La Manche libre : le maire de Bayeux fait appel

Extraits de l'article du 10 juin 2016 :

"J'ai décidé d'interjeter appel de la décision rendue afin que la Cour d'Appel puisse examiner le dossier sur le fond, ce qui n'a pas été le cas en première instance. Je tiens en effet à ce qu'il soit reconnu que le texte qui était reproché à Monsieur Ragueneau est diffamatoire comme portant gravement atteinte à mon honneur et à ma considération"

 

 

Le tribunal déboute Patrick Gomont de toutes ses demandes

LA MANCHE LIBRE (07/06/2016)

Attaqué par le maire de Bayeux pour diffamation, un habitant relaxé

 

TENDANCE OUEST (07/06/2016)

Le maire de Bayeux perd son procès en diffamation

 

OUEST FRANCE (08/06/2016)

Le maire de Bayeux perd son procès en diffamation

 

 

Procès en diffamation pour Denis Ragueneau

Patrick Gomont, maire de Bayeux, a entamé par acte du 19 août 2015 un procès en diffamation contre Denis Ragueneau, par ailleurs président de l'ABAC.

 

Que lui reproche-t-il donc ?

D'avoir tenu certains propos dans un courrier du 20 mai 2015 adressé au maire de Bayeux, correspondance reproduite et publiée le 23 mai 2015 sur le site internet de l'ABAC.

 

Donc procès en diffamation, P. Gomont demandant au Tribunal correctionnel de Caen de :

- Condamner D. Ragueneau à payer à P. Gomont une somme de 10.000 € à titre de dommages et intérêts en indemnisation de son préjudice moral.

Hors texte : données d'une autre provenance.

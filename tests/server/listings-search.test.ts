import type TestAgent from 'supertest/lib/agent';
import { afterAll, beforeAll, describe, it } from 'vitest';
import type { AppInstance } from '../../server/app';
import { buildSearchFixture, type SearchFixture } from '../support/search-fixture';
import { searchQueries } from '../support/search-queries';
import { browserLikeAgent, startTestApp } from '../support/test-app';

type SearchQueries = ReturnType<typeof searchQueries>;

let app: AppInstance;
let visitor: TestAgent;
let fixture: SearchFixture;
let ids: SearchQueries['ids'];
let idsOf: SearchQueries['idsOf'];
let sameSet: SearchQueries['sameSet'];

beforeAll(async () => {
  app = await startTestApp();
  visitor = await browserLikeAgent(app);
  fixture = await buildSearchFixture(app);
  ({ ids, idsOf, sameSet } = searchQueries(visitor, fixture));
});
afterAll(() => app.close());

describe('GET /api/listings filters', () => {
  it('finds only listed listings by their words', async () => {
    sameSet(await ids({}), idsOf('terminus', 'station', 'halt', 'frame', 'service', 'euro'));
  });

  it('filters by kind', async () => {
    sameSet(await ids({ kind: 'service' }), idsOf('service'));
    sameSet(await ids({ kind: 'module' }), idsOf('terminus', 'station', 'halt', 'frame', 'euro'));
  });

  it('widens within a filter (scale OO or H0) and narrows across filters (and DC)', async () => {
    sameSet(await ids({ scale: ['oo', 'h0'] }), idsOf('terminus', 'station', 'frame', 'euro'));
    sameSet(await ids({ scale: 'oo,h0', control: 'dc' }), idsOf('station'));
    sameSet(await ids({ control: 'dcc' }), idsOf('terminus', 'euro'));
  });

  it('filters by gauge across scales', async () => {
    sameSet(await ids({ gauge: '9' }), idsOf('halt'));
    sameSet(await ids({ gauge: '16.5' }), idsOf('terminus', 'station', 'frame', 'euro'));
  });

  it('filters by how finished', async () => {
    sameSet(await ids({ finish: 'bare-frame,fully-sceniced' }), idsOf('frame', 'halt'));
  });

  it('filters by length and width ranges', async () => {
    sameSet(await ids({ lengthMin: 1000, lengthMax: 2000 }), idsOf('terminus', 'euro'));
    sameSet(await ids({ widthMax: 400 }), idsOf('station', 'halt'));
  });

  it('filters by price range in one currency', async () => {
    sameSet(await ids({ priceMin: 5_000, priceMax: 20_000 }), idsOf('terminus', 'station'));
    sameSet(await ids({ priceMin: 5_000, priceMax: 20_000, currency: 'EUR' }), idsOf('euro'));
  });

  it('filters by handling option', async () => {
    sameSet(await ids({ handling: ['parcel', 'pallet'] }), idsOf('station', 'frame'));
    sameSet(await ids({ handling: 'delivery' }), idsOf('halt'));
    sameSet(await ids({ handling: 'collection', scale: 'oo', currency: 'GBP', priceMax: 20_000 }), idsOf('terminus'));
  });
});

describe('"joins my profile"', () => {
  it('matches an end with the same number of tracks at the same offsets', async () => {
    sameSet(await ids({ joinOffsets: '150,196', joinTolerance: 0 }), idsOf('terminus'));
    sameSet(await ids({ joinOffsets: '80,105' }), idsOf('halt'));
  });

  it('allows each offset to differ by the chosen tolerance and no more', async () => {
    // end A of the terminus has tracks at 150 and 196 mm; the buyer's are at 152 and 199 mm (2 and 3 mm off)
    sameSet(await ids({ joinOffsets: '152,199', joinTolerance: 3 }), idsOf('terminus'));
    sameSet(await ids({ joinOffsets: '152,199', joinTolerance: 2 }), []);
  });

  it('matches either end, and never an end with a different track count', async () => {
    // the terminus's end B and both ends of the station carry one track
    sameSet(await ids({ joinOffsets: '149', joinTolerance: 1 }), idsOf('terminus'));
    sameSet(await ids({ joinOffsets: '100' }), idsOf('station'));
  });
});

- Condamner D. Ragueneau à payer à P. Gomont une somme de 4.000 € en application de l'article 475-1 du Code de Procédure pénale.

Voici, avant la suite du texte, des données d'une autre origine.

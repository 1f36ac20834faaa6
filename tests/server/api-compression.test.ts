import express from 'express';
import request from 'supertest';
import { afterAll, beforeAll, describe, expect, it } from 'vitest';
import type { AppInstance } from '../../server/app';
import { compressApi } from '../../server/http/middlewares/compress-api';
import { buildUser } from '../support/factories';
import { buildListedListing } from '../support/listing-factories';
import { browserLikeAgent, startTestApp } from '../support/test-app';

let app: AppInstance;

beforeAll(async () => {
  app = await startTestApp();
  const seller = await buildUser(app.ctx.dataSource);
  const moderator = await buildUser(app.ctx.dataSource, { role: 'moderator' });
  // Enough listings that a page of results is well over the 1 KB below which nothing is compressed.
  for (let i = 0; i < 3; i += 1)
    await buildListedListing(app.ctx, seller, moderator, { title: `Compression board ${i}` });
});
afterAll(() => app?.close());

describe('API compression', () => {
  it('sends search results gzip-compressed to a browser that accepts it', async () => {
    const agent = await browserLikeAgent(app);
    const res = await agent.get('/api/listings').set('Accept-Encoding', 'gzip').expect(200);
    expect(res.headers['content-encoding']).toBe('gzip');
    expect(res.headers.vary).toMatch(/Accept-Encoding/i);
    expect((res.body as { items: unknown[] }).items.length).toBeGreaterThan(0);
  });

  it('never compresses sign-in and account answers, which carry the CSRF token (BREACH: secrets beside typed text)', async () => {
    // A large answer on each side of the filter, so only the filter decides (small answers are never compressed).
    const big = { csrfToken: 'x'.repeat(40), note: 'board '.repeat(2_000) };
    const api = express.Router();
    api.use(compressApi());
    for (const path of ['/auth/session', '/account', '/listings']) api.get(path, (_req, res) => res.json(big));
    const probe = express().use('/api', api);
    for (const path of ['/api/auth/session', '/api/account']) {
      const res = await request(probe).get(path).set('Accept-Encoding', 'gzip').expect(200);
      expect(res.headers['content-encoding'], path).toBeUndefined();
    }
    const listings = await request(probe).get('/api/listings').set('Accept-Encoding', 'gzip').expect(200);
    expect(listings.headers['content-encoding']).toBe('gzip');
  });
});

Excusez du peu ! Mais laissons la Justice apprécier les arguments de chacune des parties...

 

Pour information, cette plainte en diffamation qui devait être plaidée le 10 décembre 2015 a été reportée au 21 janvier 2016, puis au 15 mars 2016, puis au 29 mars 2016, toujours à la demande de la partie plaignante.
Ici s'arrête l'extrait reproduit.